Actually, Canon is very notorious for front focusing issues. I was not alone in this. In fact, According to Amazon.com, the 70-200 F4 lens was so bad that Canon actually made a silent recall on them. Yes, my 70-200 F4 was exchanged twice and returned for refund once because I couldn't get a working copy.
Not sure about in the rest of the world, but in the UK returns to large stores (either high street or online) are often sold on to auction houses, it is then bought up by smaller companies or individuals and often ends up on eBay or at car boot sales. I have a friend who makes a living out of it on eBay.
As long as you tell them you didn't like them and they take them back, use their return policy without remorse. They will change their policy or tell you no more returns if they didn't want you to send them back. As I mentioned earlier, it's only unethical if you tell them they were defective when they were not or told them they were unopened, unused.. If they accept your return on the basis of you just not liking them, you're fine. They know you opened them, used them, and didn't like them. The choice is theirs if they want to accept your return.
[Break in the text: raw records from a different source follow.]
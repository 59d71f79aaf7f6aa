// Scan against onnxruntime-node (graph optimizations off) on seeded random models: opset 9/11/16 forms with
// random scan_input_axes, scan_input_directions, scan_output_axes (negative from opset 11) and
// scan_output_directions, and the opset-8 form with a batch axis and sequence_lens. The body carries a state,
// reads an outer-scope value and emits two scan outputs. The fixed cases test_scan_sum and test_scan9_sum of the
// ONNX backend data (onnx 1.12.0) run in conformance.test.ts.
import { describe, expect, it } from 'vitest';
import { GraphBuilder, modelBytes, randn, rng, T } from '../helpers/build.js';
import { runOrt, type Feeds } from '../helpers/ort.js';
import { parseModel } from '../../src/onnx/read.js';
import { runModel } from '../../src/eval/run.js';
import type { Value } from '../../src/eval/value.js';

/** Body: s' = s + x1 (* w, w from the enclosing scope) [+ x2]; scan outputs s' * x1 and Sigmoid(s'). */
function body(M: number, dims: number[]): GraphBuilder {
  const b = new GraphBuilder('body');
  b.input('s', undefined, T.FLOAT);
  for (let k = 0; k < M; k++) b.input(`x${k}`, undefined, T.FLOAT);
  b.node('Mul', ['x0', 'w'], {}, { outputs: ['xw'] });
  b.node('Add', ['s', 'xw'], {}, { outputs: [M > 1 ? 's1' : 's_out'] });
  if (M > 1) b.node('Add', ['s1', 'x1'], {}, { outputs: ['s_out'] });
  b.node('Mul', ['s_out', 'x0'], {}, { outputs: ['o1'] });
  b.node('Sigmoid', ['s_out'], {}, { outputs: ['o2'] });
  // onnxruntime wants the body's output shapes declared
  b.output('s_out', dims, T.FLOAT);
  b.output('o1', dims, T.FLOAT);
  b.output('o2', dims, T.FLOAT);
  return b;
}

async function compare(bytes: Uint8Array, feeds: Feeds, ours: Map<string, Value>, what: string): Promise<void> {
  const ref = await runOrt(bytes, feeds);
  const m = parseModel(bytes, '.');
  for (const precision of ['float64', 'float32'] as const) {
    const out = runModel(m, ours, { precision });
    for (const name of ['s_final', 'o1_all', 'o2_all']) {
      const got = out.get(name)!, want = ref[name]!;
      expect(got.dims, `${what} ${precision} ${name}`).toEqual(want.dims);
      for (let k = 0; k < want.data.length; k++) {
        expect(Math.abs(got.data[k]! - want.data[k]!), `${what} ${precision} ${name} element ${k}`).toBeLessThanOrEqual(2e-5 * Math.max(1, Math.abs(want.data[k]!)));
      }
    }
  }
}

function feedsOf(vals: Array<[string, number[], Float32Array]>): { feeds: Feeds; ours: Map<string, Value> } {
  const feeds: Feeds = {};
  const ours = new Map<string, Value>();
  for (const [name, dims, data] of vals) {
    feeds[name] = { dims, data };
    ours.set(name, { type: T.FLOAT, dims, data: Float64Array.from(data) });
  }
  return { feeds, ours };
}

describe('Scan vs onnxruntime-node', () => {
  it('opsets 9, 11 and 16: random scan axes and directions (seeded)', async () => {
    for (let seed = 1; seed <= 12; seed++) {
      const r = rng(seed);
      const opset = [9, 11, 16][seed % 3]!;
      const M = 1 + (seed % 2);
      const len = 1 + Math.floor(r() * 4);
      const slice = [1 + Math.floor(r() * 3), 1 + Math.floor(r() * 3)];
      const inAxes = Array.from({ length: M }, () => Math.floor(r() * 3));
      const inDirs = Array.from({ length: M }, () => (r() < 0.5 ? 1 : 0));
      const outAxes = Array.from({ length: 2 }, () => {
        const a = Math.floor(r() * 3);
        return opset >= 11 && r() < 0.5 ? a - 3 : a;
      });
      const outDirs = Array.from({ length: 2 }, () => (r() < 0.5 ? 1 : 0));
      const g = new GraphBuilder();
      const vals: Array<[string, number[], Float32Array]> = [['s0', slice, randn(r, slice[0]! * slice[1]!)], ['w', slice, randn(r, slice[0]! * slice[1]!)]];
      for (let k = 0; k < M; k++) {
        const dims = [...slice];
        dims.splice(inAxes[k]!, 0, len);
        vals.push([`xs${k}`, dims, randn(r, len * slice[0]! * slice[1]!)]);
      }
      for (const [name] of vals) g.input(name, undefined, T.FLOAT);
      for (const o of ['s_final', 'o1_all', 'o2_all']) g.output(o);
      g.node('Scan', ['s0', ...Array.from({ length: M }, (_, k) => `xs${k}`)], {
        body: body(M, slice), num_scan_inputs: M, scan_input_axes: inAxes, scan_input_directions: inDirs,
        scan_output_axes: outAxes, scan_output_directions: outDirs,
      }, { outputs: ['s_final', 'o1_all', 'o2_all'] });
      const { feeds, ours } = feedsOf(vals);
      await compare(modelBytes(g, { opset }), feeds, ours, `seed ${seed} opset ${opset} in ${inAxes}/${inDirs} out ${outAxes}/${outDirs}`);
    }
  });

  it('opset 8: batch axis, directions and sequence_lens (seeded)', async () => {
    for (let seed = 21; seed <= 28; seed++) {
      const r = rng(seed);
      const M = 1 + (seed % 2);
      const batch = 1 + Math.floor(r() * 3), len = 1 + Math.floor(r() * 4), width = 1 + Math.floor(r() * 3);
      const dirs = Array.from({ length: M }, () => (r() < 0.5 ? 1 : 0));
      const withLens = seed % 3 !== 0;
      const lens = Array.from({ length: batch }, () => 1 + Math.floor(r() * len));
      const g = new GraphBuilder();
      const vals: Array<[string, number[], Float32Array]> = [['s0', [batch, width], randn(r, batch * width)]];
      for (let k = 0; k < M; k++) vals.push([`xs${k}`, [batch, len, width], randn(r, batch * len * width)]);
      for (const [name] of vals) g.input(name, undefined, T.FLOAT);
      g.init('w', [width], randn(r, width));
      if (withLens) g.init('lens', [batch], lens, T.INT64);
      for (const o of ['s_final', 'o1_all', 'o2_all']) g.output(o);
      g.node('Scan', [withLens ? 'lens' : '', 's0', ...Array.from({ length: M }, (_, k) => `xs${k}`)], {
        body: body(M, [width]), num_scan_inputs: M, directions: dirs,
      }, { outputs: ['s_final', 'o1_all', 'o2_all'] });
      const { feeds, ours } = feedsOf(vals);
      await compare(modelBytes(g, { opset: 8, irVersion: 7 }), feeds, ours, `seed ${seed} opset 8 dirs ${dirs} lens ${withLens ? lens : '-'}`);
    }
  });
});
The return policy offsets not being able to demo these cans in a brick and mortar store. DXCStore closed because people were demoing their cans and buying from online retailers. Amazon's does several things to keep an edge (like moving affiliates out of California) and their return policy gives them business in the long run so take advantage. I bought HD800s from them in part due to their return policy. The profit they made on that deal should cover a bunch of returns.